# Pants: shell or insulated?



## romesds154 (Dec 30, 2011)

What do you guys use and reccomend? I figured shells are nice so when its warm out you just wear less underneath. What do you guys wear undrrneah your pants shell? Also what do you wear underneath your jacket?


----------



## lonerider (Apr 10, 2009)

romesds154 said:


> What do you guys use and reccomend? I figured shells are nice so when its warm out you just wear less underneath. What do you guys wear undrrneah your pants shell? Also what do you wear underneath your jacket?


Shell so you can adjust the level of warmth. In Maine or Quebec when it is -10 to -15 F, I used to ride a pair of Merino Wool long underwear with a fleece pants ontop of that.

In California, where the weather is 30-40F, I ride with some type of thin synthetic long underwear.

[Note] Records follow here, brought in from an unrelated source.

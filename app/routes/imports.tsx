import { z } from "zod";
import { plainId } from "~/lib/strict-params";
import { data, Form, Link, useNavigation } from "react-router";
import { requireArea } from "~/.server/guard";
import { importHistory } from "~/.server/imports/check";
import { undoBatch } from "~/.server/imports/commit";
import { uploadsInProgress } from "~/.server/imports/uploads";
import { TextLink } from "~/components/text-link";
import { formatCount, formatDateTime } from "~/lib/format";
import type { Route } from "./+types/imports";

export const meta: Route.MetaFunction = () => [{ title: "Imports · Patina" }];

export async function loader({ context }: Route.LoaderArgs) {
  const scope = requireArea(context, "imports");
  const [batches, uploads] = await Promise.all([importHistory(scope), uploadsInProgress(scope)]);
  return { batches, uploads, timeZone: scope.timeZone };
}

const undoForm = z.object({
  intent: z.literal("undo", { error: "intent must be undo" }),
  batchId: plainId("batchId"),
});

export async function action({ request, context }: Route.ActionArgs) {
  const scope = requireArea(context, "imports");
  const parsed = undoForm.safeParse(Object.fromEntries(await request.formData()));
  if (!parsed.success) {
    const issue = parsed.error.issues[0];
    return data({ ok: false as const, message: `${issue?.path.join(".")}: ${issue?.message}` }, { status: 400 });
  }
  const result = await undoBatch(scope, parsed.data.batchId);
  if (!result.ok) return data({ ok: false as const, message: result.message }, { status: result.status });
  return {
    ok: true as const,
    message: `Import ${parsed.data.batchId} undone: ${formatCount(result.tests)} water tests and ${formatCount(result.treatments)} treatments removed.`,
  };
}

const PHASE_WORDS: Record<string, string> = {
  uploaded: "waiting for a check",
  checking: "being checked",
  checked: "checked, not imported yet",
  committing: "being imported",
  failed: "stopped; nothing stored",
};

export default function Imports({ loaderData, actionData }: Route.ComponentProps) {
  const { batches, uploads, timeZone } = loaderData;
  const navigation = useNavigation();
  return (
    <div className="space-y-8">
      <div className="flex flex-wrap items-end justify-between gap-3">
        <div>
          <h1 className="text-2xl font-semibold tracking-tight">Imports</h1>
          <p className="text-muted">Past logs brought into Patina, newest first. Each import can be taken back whole.</p>
        </div>
        <Link to="/imports/new" className="rounded-lg bg-verdigris-700 px-4 py-2 font-medium text-white hover:bg-verdigris-900">
          Upload a log
        </Link>
      </div>
      {actionData ? (
        <p role={actionData.ok ? "status" : "alert"} className={`rounded-lg border bg-white p-3 text-sm ${actionData.ok ? "border-line" : "border-alert text-alert"}`}>
          {actionData.message}
        </p>
      ) : null}

      <section aria-labelledby="open-uploads">
        <h2 id="open-uploads" className="mb-2 text-lg font-semibold">Files not imported yet</h2>
        {uploads.length === 0 ? (
          <p className="rounded-xl border border-line bg-white p-4 text-muted">No file is waiting: every upload has been imported or set aside.</p>
        ) : (
          <ul className="divide-y divide-line rounded-xl border border-line bg-white">
            {uploads.map((u) => (
              <li key={u.id} className="flex flex-wrap items-center justify-between gap-2 px-4 py-3">
                <TextLink to={`/imports/${u.id}`}>{u.fileName}</TextLink>
                <span className="text-sm text-muted">
                  {PHASE_WORDS[u.phase] ?? u.phase} · {formatCount(u.rowsTotal ?? 0)} rows · {formatDateTime(u.createdAt, timeZone)}
                </span>
              </li>
            ))}
          </ul>
        )}
      </section>

      <section aria-labelledby="history">
        <h2 id="history" className="mb-2 text-lg font-semibold">Import history</h2>
        {batches.length === 0 ? (
          <p className="rounded-xl border border-line bg-white p-4 text-muted">Nothing has been imported yet. Upload a log to bring past tests in.</p>
        ) : (
          <ul className="space-y-3" aria-label="Imports, newest first">
            {batches.map((b) => (
              <li key={b.id} className="rounded-xl border border-line bg-white p-4">
                <div className="flex flex-wrap items-start justify-between gap-2">
                  <div>
                    <p className="font-medium">{b.fileName}</p>
                    <p className="text-sm text-muted">
                      {b.userName ?? "someone no longer on the team"} · {formatDateTime(b.createdAt, timeZone)}
                    </p>
                  </div>
                  {b.status === "undone" ? (
                    <span className="rounded-full bg-paper px-3 py-1 text-sm text-muted">undone {formatDateTime(b.undoneAt, timeZone)}</span>
                  ) : (
                    <Form
                      method="post"
                      onSubmit={(event) => {
                        if (!confirm(`Remove the ${b.testsAdded} tests and ${b.treatmentsAdded} treatments of "${b.fileName}"?`)) event.preventDefault();
                      }}
                    >
                      <input type="hidden" name="intent" value="undo" />
                      <input type="hidden" name="batchId" value={b.id} />
                      <button
                        type="submit"
                        disabled={navigation.state !== "idle"}
                        className="rounded-lg border border-line px-3 py-1 font-medium hover:bg-verdigris-50"
                        aria-label={`Undo the import of ${b.fileName}`}
                      >
                        Undo
                      </button>
                    </Form>
                  )}
                </div>
                <dl className="mt-3 grid grid-cols-2 gap-2 text-sm tabular-nums sm:grid-cols-4">
                  <div><dt className="text-muted">Tests added</dt><dd className="font-medium">{formatCount(b.testsAdded)}</dd></div>
                  <div><dt className="text-muted">Treatments added</dt><dd className="font-medium">{formatCount(b.treatmentsAdded)}</dd></div>
                  <div><dt className="text-muted">Already stored</dt><dd className="font-medium">{formatCount(b.rowsDuplicate)}</dd></div>
                  <div><dt className="text-muted">Refused</dt><dd className="font-medium">{formatCount(b.rowsRefused)}</dd></div>
                </dl>
              </li>
            ))}
          </ul>
        )}
      </section>
    </div>
  );
}

export { ErrorPanel as ErrorBoundary } from "~/components/error-panel";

In the summer at Mt. Hood, Oregen, where the weather is 60-80F, I just wear synthetic boxer shorts underneath and open up the vents.


----------



## grafta (Dec 21, 2009)

lonerider said:


> Shell so you can adjust the level of warmth. In Maine or Quebec when it is -10 to -15 F, I used to ride a pair of Merino Wool long underwear with a fleece pants ontop of that.
> 
> In California, where the weather is 30-40F, I ride with some type of thin synthetic long underwear.
> 
> In the summer at Mt. Hood, Oregen, where the weather is 60-80F, I just wear synthetic boxer shorts underneath and open up the vents.


What he said ^


----------



## onji (Jan 28, 2011)

lonerider said:


> Shell so you can adjust the level of warmth. In Maine or Quebec when it is -10 to -15 F, I used to ride a pair of Merino Wool long underwear with a fleece pants ontop of that.
> 
> In California, where the weather is 30-40F, I ride with some type of thin synthetic long underwear.
> 
> In the summer at Mt. Hood, Oregen, where the weather is 60-80F, I just wear synthetic boxer shorts underneath and open up the vents.





grafta said:


> What he said ^


What he said x2

The problem with insulated pants is they may be too warm for early/late season, and warmer climates in general. It's just so much more versatile using a shell. Outside of snow season, I can also use a shell in summer for mountain hiking during the rainy season when it's warm and rather humid.


----------



## Argo (Feb 25, 2010)

I buy all insulated pants with good venting. When I'm hot I unzip. When It's cold I'm good....


----------



## Qball (Jun 22, 2010)

ALWAYS shell for me with just a baselayer underneath. It doesn't ever get cold enough here in the NW to need insulated pants.


----------



## Maierapril (Oct 25, 2011)

Like everyone here have said. Go with the shell. Your legs already generate a significant amount of heat while you're riding. Going with something that has insulation maybe a bit overkill on warmer days.


----------



## Danger Mouse (Dec 13, 2011)

Shell here too. Just make sure you either don't have back pockets or have back pockets with zippers. My back pockets are velcro and sometimes I sit on the snow to strap in. Well, the out side of the pants are water proof but not inside the pocket. Snow gets in to my back pocket and when it melts my butt is wet.


----------



## Slush Puppie (Aug 15, 2011)

I have the 686 Smarty with detachable liner which are really versatile. 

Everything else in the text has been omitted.